Me cuenta todos los detalles sobre su obra, con sus habituales y fingidos pudores para hablar de sí mismo, mientras clavamos el codo en el borde mullido de la barra, y un viejo canoso, impecablemente uniformado, muda las miradas furtivas a la camarera por leernos el cogote, e integrarse como oyente casual. No muere de celos ella, más bien bendice el alivio regalándole una sonrisa a Ignacio. No inquieta a los bebedores de lo literario la jugada del viejo, porque en el silencio y la discreción, se perdonan casi todos los pecados de las malas artes sociales.

Despertábamos de los sueños, exclamaciones, y lamentos por la vida vieja perdida, hablando de que, antes de casi todo, los ingleses sabían resultar elegantes, divertidos, brillantes e idiotas, repartidas sus virtudes y fracasos con el suficiente sentido del humor como para convertir una amalgama de extravagancias culturales en lo que comúnmente conocemos por un inglés; al menos, antes de que se inventaran los estadios, y comenzaran a aullar, eructar, y a recuperar el terreno perdido de la ordinariez, en las escamas de esa “pompa y circunstancia” de los años de sombreros británicos y, supongo, un cierto olor a naftalina.

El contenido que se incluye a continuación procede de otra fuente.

def test_a_thin_layer_below_a_round_wire() -> None:
    around = '[surroundings]\nbelow = [{material = "SiO2", thickness = "0.1 nm"}]\nbeside = "air"\n'
    assert "surroundings.below[1].thickness: is too thin" in refusal(round_wire('"rim"') + around)


WIRE = Section(Circle(20), "InAs")
COLD = Carriers(temperature_K=(4.2,))


@pytest.mark.parametrize(
    ("build", "field"),
    [
        (lambda: Gate("g", 3, lineup_voltage_V=0.0), "touches"),
        (lambda: Gate("g", ("rim",), lineup_voltage_V=float("nan")), "lineup_voltage"),
        (lambda: Gate("g", ("rim",), lineup_voltage_V=0.0, voltage_V=1e6), "voltage"),
        (lambda: Gate("g", (), lineup_voltage_V=0.0, insulator=Insulator("HfO2", 3.0)), "insulator"),
        (lambda: Gate("g", ("rim",), lineup_voltage_V=0.0, insulator="HfO2"), "insulator"),
        (lambda: Insulator("HfO2", -1.0), "thickness"),
        (lambda: Insulator("HfO2", 1.0, "maybe"), "carriers"),
        (lambda: Surface(()), "touches"),
        (lambda: Surface(("rim",), charge_per_nm2=1e3), "charge_density"),
        (lambda: ArcPart(0, 720), "to"),
        (lambda: Slab("void", 10), "material"),
        (lambda: Surroundings(("SiO2",), beside="air"), "below"),
        (lambda: Surroundings((Slab("SiO2", 1),), (Slab("SiO2", 1),), "air", "g", "g"), "above"),
        (lambda: Voltages("g", 0, True, 3), "to"),
        (lambda: Voltages("g", 0, 1, 3, tuple(range(101))), "drain"),
        (lambda: Transport(transmission=()), "transmission"),
        (lambda: Transport(0.0, 1.0), "length"),
        (lambda: Doping(acceptors_per_nm3=-1e-9), "acceptors"),
        (lambda: Section(Circle(20), "InAs", doping=1e-3), "doping"),
        (lambda: Layer(2, "void", doping=Doping(1e-4)), "donors"),
        (lambda: Problem("a", WIRE, COLD, gates=("wrap",)), "gates"),
        (lambda: Problem("a", WIRE, COLD, surroundings="air"), "surroundings"),
    ],
)
def test_the_classes_refuse_what_they_cannot_be(build: Callable[[], Any], field: str) -> None:
    with pytest.raises(InputError) as caught:
        build()
    assert caught.value.field == field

No me gusta cuando el pianista quiere ser más importante que el cliente, cuando el dueño se pasea por el bar con el pecho hinchado, o cuando la camarera cree que puede saltar la barra y meter su belleza en reuniones ajenas. Hay un código de bar viejo no escrito y consiste en que todo lo que debería estar prohibido, en realidad lo está, aunque sea en algún secreto lugar de la conciencia de lo estético. Y lo está, incluso aunque hablemos de bares de Madrid, quizá último bastión del alcoholismo reaccionario y prudente, muy anterior a esa invasión de la castaña de sábado, las luces láser, los orangutanes de gimnasio, y las chicas sin clase, casi desnudas, aspirando a convertirse en Miley Cyrus, y aspirando en general más de lo que deberían.

Lo comento con Ignacio y el viejo observador asiente sin darse cuenta. Mientras, un amigo común irrumpe en el bar, y pregunta por una botella de ginebra llena de polvo que hay al fondo de la barra. Lo observo, mientras arruga la nariz asomada a la ginebra misteriosa, justo antes de esbozar una placentera sonrisa, y me doy cuenta de que el talento y el buen gusto acaban siempre poniendo el codo en la misma barra. Es una relativa justicia poética, una victoria póstuma, un brillo de luz en las tinieblas de una España y un siglo que, joder, cómo me irrita escribirlo, ya no es para nosotros.

Tengo para mí que cada vez que dos bohemios de lo añejo se juntan en un bar, Dios no mata a un gatito, sino que atormenta a un capullo con barba macro y pendiente en el interior del lóbulo de la oreja.